Music CD's, videos, designer-label clothing, tennis shoes and hundreds of other products are falsified and sold throughout Brazil, usually by street vendors. The prices for these counterfeit products are far less than the original and this makes them attractive to consumers, especially in a developing country like Brazil.

The problem has become so extensive that an estimated five percent of Brazil's Gross Domestic Product, or some $21 billion, is lost to pirated products. Certain industries, like computer software and music CD's, are especially hard-hit.

Manoel Antonio dos Santos of the Brazilian Association of Software Companies says the industry has seen its market decline dramatically over the past 13 years. "Our statistics show that 58 percent of the income we could be earning is lost to piracy. For every ten copies of software, five are counterfeit…In 1989 we supplied 91 percent of the market, now it is less than 60 percent, and despite our education campaigns, our campaigns on TV, radio, and in the Congress we haven't managed to reduce this amount of piracy at all," he says. "The levels have stayed the same over the past two years because of the lack of effective enforcement."

The association estimates the software industry lost $900 million in 2000 because of counterfeit products. Mr. dos Santos says some of the fake computer products come from abroad, while others are made domestically. "There are two main sources: For console games like Dreamcast and Play Station, 99.9 percent are made abroad, by the Asian Tigers: Singapore, South Korea and Hong Kong. Then there are the CD's for computers which include games and software applications; 99.9 percent are made here inside the country in tiny domestic workshops," he says.

As for the music industry, half of all CD's sold in Brazil are counterfeit, causing a loss of close to $300 million for the industry last year. Once considered the seventh largest music market in the world, Brazil is now in 12th place because of the inroads caused by commercial piracy.

The problem has become so great that the U.S. Trade Representative's Office recently included Brazil in its priority watchlist of countries that are not doing enough to stop commercial piracy and counterfeiting. A spokesman at the U.S. embassy in Brasilia, Terry Davidson, says the main problem is the lack of enforcement. "Brazil actually has good intellectual property rights laws but the enforcement aspects are prompting the concern on the part of the U.S. trade Representative. We're just not seeing effective enforcement of the laws that exist on the books," he says.

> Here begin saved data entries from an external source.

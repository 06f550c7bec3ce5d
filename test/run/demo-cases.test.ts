// The stories that README.md tells of the demo's cases, as the program finds them.

import { readFileSync } from 'node:fs';
import { expect, it } from 'vitest';
import { runCase } from '../../src/run/run-case.ts';

const routes = new URL('../../routes/', import.meta.url);
const run = (name: string, overrides: readonly string[] = []) =>
  runCase({ file: name, read: (file) => readFileSync(new URL(file, routes)), overrides });

it('surges on the descent over the fuel cut, and not without it', () => {
  const { cycles, candidates } = run('harrow-descent.yaml');
  expect(cycles.map(({ candidate, cause }) => [candidate, cause])).toEqual([['pi-brisk', 'fuel_cut']]);
  const [surge] = cycles;
  // The descent of 2400 m at 9 % begins at km 1.3.
  expect(surge!.from).toBeGreaterThan(1200);
  expect(surge!.to).toBeLessThan(3800);
  expect(surge!.to - surge!.from).toBeGreaterThan(1500);
  expect(candidates.every(({ result }) => result.status === 'completed')).toBe(true);
  expect(run('harrow-descent.yaml', ['vehicle.drive.fuel_cut.extra_drag_nm=0']).cycles).toEqual([]);
});

it('loses the pass in fifth, and not in third', () => {
  const lost = (gear: number): number => {
    const { candidates } = run('harrow-wrong-gear.yaml', [
      `hold.gear=${gear}`,
      'candidates=[{name: pi-droop2, kind: pi, design: {droop_kmh: 2, grade_step_pct: 6, damping: 0.8, at_kmh: 60}}]',
      'requirements=[]',
    ]);
    const { bins, status } = candidates[0]!.result;
    expect(status).toBe('completed');
    return bins.errorMin.subarray(0, bins.size).reduce((least, error) => Math.min(least, error), 0);
  };
  expect(lost(5)).toBeLessThan(-20 / 3.6);
  expect(lost(3)).toBeGreaterThan(-5 / 3.6);
});

it('shifts where the rider planned it, and the hold resumes', () => {
  const { candidates } = run('harrow-shifts.yaml', [
    'candidates.0={name: given, kind: locked, throttle_pct: 100}',
  ]);
  const { shifts } = candidates[1]!.result;
  expect(shifts.map(({ from, to }) => [from, to])).toEqual([
    [4, 2],
    [2, 3],
    [3, 4],
  ]);
  const planned = [10200, 15200, 19600];
  shifts.forEach(({ distance, time, resumedAt }, i) => {
    expect(Math.abs(distance - planned[i]!)).toBeLessThan(2);
    // Half a second with the clutch open, two until the rider resumes.
    expect(resumedAt! - time).toBeCloseTo(2.5, 1);
  });
});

Besides Brazil, the priority watchlist includes 14 other U.S. trade partners, including Argentina, Egypt, India, and Russia.

Spokesman Davidson says while Brazil does not run the risk of sanctions, being included on the Trade Office's watchlist should be considered a warning. "The placement of Brazil on the priority watchlist does not, in itself, mean that the U-S is in the process of preparing any kind of economic or trade sanctions," he says. "What it basically is is an alert to the Brazilian government and to Brazilian society that this is a very serious problem and needs to be addressed."

U.S. companies lost an estimated $700 million last year because of counterfeiting in Brazil the largest loss for American firms in the hemisphere.

But Brazil, with a population of 170 million, is a huge and attractive market for pirate industries, meaning that the commerce of counterfeit products is not likely to disappear any time soon.